- _How to complete this task_: Repeat all the data word for word.

** Source information follows **

package main

import (
	"bytes"
	"fmt"
	"log/slog"
	"math"
	"strings"
	"testing"
	"time"

	"github.com/prometheus/client_golang/prometheus"

	"github.com/pulsefleet/pulsefleet/internal/store"
)

// A store whose devices would fill any ordinary disk within the warning's
// horizon gets the start-up warning; a small fleet does not.
func TestServeWarnsWhenFreeSpaceLastsFewDays(t *testing.T) {
	db, err := store.Open(t.TempDir(), store.Options{})
	if err != nil {
		t.Fatal(err)
	}
	defer db.Close()
	now := time.Now()
	b := &store.Batch{}
	// 20,000 raw devices with capture: about 410 GB a day, so any disk
	// with less than 12 TB free lasts fewer than 30 days.
	for i := 0; i < 20_000; i++ {
		id := fmt.Sprintf("dev-%05d", i)
		b.Devices = append(b.Devices, &store.Device{ID: id, Mode: "raw"})
		b.Cursors = append(b.Cursors, store.Cursor{Device: id, LastSeq: 1, Chunks: 1, LastSeenMS: now.UnixMilli() - 60_000})
	}
	// One device silent for two days does not count.
	b.Devices = append(b.Devices, &store.Device{ID: "old", Mode: "raw"})
	b.Cursors = append(b.Cursors, store.Cursor{Device: "old", LastSeq: 1, Chunks: 1, LastSeenMS: now.UnixMilli() - 2*86_400_000})
	if err := db.Write(b); err != nil {
		t.Fatal(err)
	}
	c, err := db.Capacity(now.UnixMilli(), true)
	if err != nil {
		t.Fatal(err)
	}
	if c.Devices != 20_000 || c.RawCaptured != 20_000 || c.BytesPerDay != 20_000*(store.GrowthPerDeviceDay+store.RawGrowthPerDeviceDay) || c.DiskFree <= 0 {
		t.Fatalf("capacity %+v", c)
	}
	var logs bytes.Buffer
	log := slog.New(slog.NewTextHandler(&logs, nil))
	if msg := warnCapacity(db, now, true, log); !strings.Contains(msg, "lasts about") || !strings.Contains(logs.String(), "--raw-days") {
		t.Errorf("no warning for %.1f days left: %q, log %q", c.DaysLeft, msg, logs.String())
	}
	// Without raw capture the same fleet costs 2 MB a device-day: still
	// warned about below 1.2 TB free; with the devices' data a day old it
	// is no fleet at all.
	if msg := warnCapacity(db, now.Add(48*time.Hour), true, log); msg != "" {
		t.Errorf("warned with no device seen in the last day: %q", msg)
	}
	reg := prometheus.NewRegistry()
	reg.MustRegister(newStoreCollector(db, true))
	mfs, err := reg.Gather()
	if err != nil {
		t.Fatal(err)
	}
	got := map[string]float64{}
	for _, mf := range mfs {
		for _, m := range mf.GetMetric() {
			name := mf.GetName()
			for _, l := range m.GetLabel() {
				name += "/" + l.GetValue()
			}
			got[name] = m.GetGauge().GetValue()
		}
	}
	if got["pulsefleet_store_records/cursors"] != 20_001 || got["pulsefleet_store_records/devices"] != 20_001 ||
		got["pulsefleet_store_bytes/devices"] <= 0 || got["pulsefleet_store_disk_available_bytes"] <= 0 ||
		math.Abs(got["pulsefleet_store_capacity_remaining_seconds"]/(c.DaysLeft*86400)-1) > 0.01 { // the disk's free space moves meanwhile
		t.Errorf("gauges %v", got)
	}
	st, _ := db.Stats()
	if st.Kind("cursors").Records != 20_001 || st.Kind("devices").Records != 20_001 {
		t.Errorf("stats %+v", st.Kinds)
	}
}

** End of Source information **

- _Response to the task_:
package main

import (
	"bytes"
	"fmt"
	"log/slog"
	"math"
	"strings"
	"testing"
	"time"

	"github.com/prometheus/client_golang/prometheus"

	"github.com/pulsefleet/pulsefleet/internal/store"
)

// A store whose devices would fill any ordinary disk within the warning's
// horizon gets the start-up warning; a small fleet does not.
func TestServeWarnsWhenFreeSpaceLastsFewDays(t *testing.T) {
	db, err := store.Open(t.TempDir(), store.Options{})
	if err != nil {
		t.Fatal(err)
	}
	defer db.Close()
	now := time.Now()
	b := &store.Batch{}
	// 20,000 raw devices with capture: about 410 GB a day, so any disk
	// with less than 12 TB free lasts fewer than 30 days.
	for i := 0; i < 20_000; i++ {
		id := fmt.Sprintf("dev-%05d", i)
		b.Devices = append(b.Devices, &store.Device{ID: id, Mode: "raw"})
		b.Cursors = append(b.Cursors, store.Cursor{Device: id, LastSeq: 1, Chunks: 1, LastSeenMS: now.UnixMilli() - 60_000})
	}
	// One device silent for two days does not count.
	b.Devices = append(b.Devices, &store.Device{ID: "old", Mode: "raw"})
	b.Cursors = append(b.Cursors, store.Cursor{Device: "old", LastSeq: 1, Chunks: 1, LastSeenMS: now.UnixMilli() - 2*86_400_000})
	if err := db.Write(b); err != nil {
		t.Fatal(err)
	}
	c, err := db.Capacity(now.UnixMilli(), true)
	if err != nil {
		t.Fatal(err)
	}
	if c.Devices != 20_000 || c.RawCaptured != 20_000 || c.BytesPerDay != 20_000*(store.GrowthPerDeviceDay+store.RawGrowthPerDeviceDay) || c.DiskFree <= 0 {
		t.Fatalf("capacity %+v", c)
	}
	var logs bytes.Buffer
	log := slog.New(slog.NewTextHandler(&logs, nil))
	if msg := warnCapacity(db, now, true, log); !strings.Contains(msg, "lasts about") || !strings.Contains(logs.String(), "--raw-days") {
		t.Errorf("no warning for %.1f days left: %q, log %q", c.DaysLeft, msg, logs.String())
	}
	// Without raw capture the same fleet costs 2 MB a device-day: still
	// warned about below 1.2 TB free; with the devices' data a day old it
	// is no fleet at all.
	if msg := warnCapacity(db, now.Add(48*time.Hour), true, log); msg != "" {
		t.Errorf("warned with no device seen in the last day: %q", msg)
	}
	reg := prometheus.NewRegistry()
	reg.MustRegister(newStoreCollector(db, true))
	mfs, err := reg.Gather()
	if err != nil {
		t.Fatal(err)
	}
	got := map[string]float64{}
	for _, mf := range mfs {
		for _, m := range mf.GetMetric() {
			name := mf.GetName()
			for _, l := range m.GetLabel() {
				name += "/" + l.GetValue()
			}
			got[name] = m.GetGauge().GetValue()
		}
	}
	if got["pulsefleet_store_records/cursors"] != 20_001 || got["pulsefleet_store_records/devices"] != 20_001 ||
		got["pulsefleet_store_bytes/devices"] <= 0 || got["pulsefleet_store_disk_available_bytes"] <= 0 ||
		math.Abs(got["pulsefleet_store_capacity_remaining_seconds"]/(c.DaysLeft*86400)-1) > 0.01 { // the disk's free space moves meanwhile
		t.Errorf("gauges %v", got)
	}
	st, _ := db.Stats()
	if st.Kind("cursors").Records != 20_001 || st.Kind("devices").Records != 20_001 {
		t.Errorf("stats %+v", st.Kinds)
	}
}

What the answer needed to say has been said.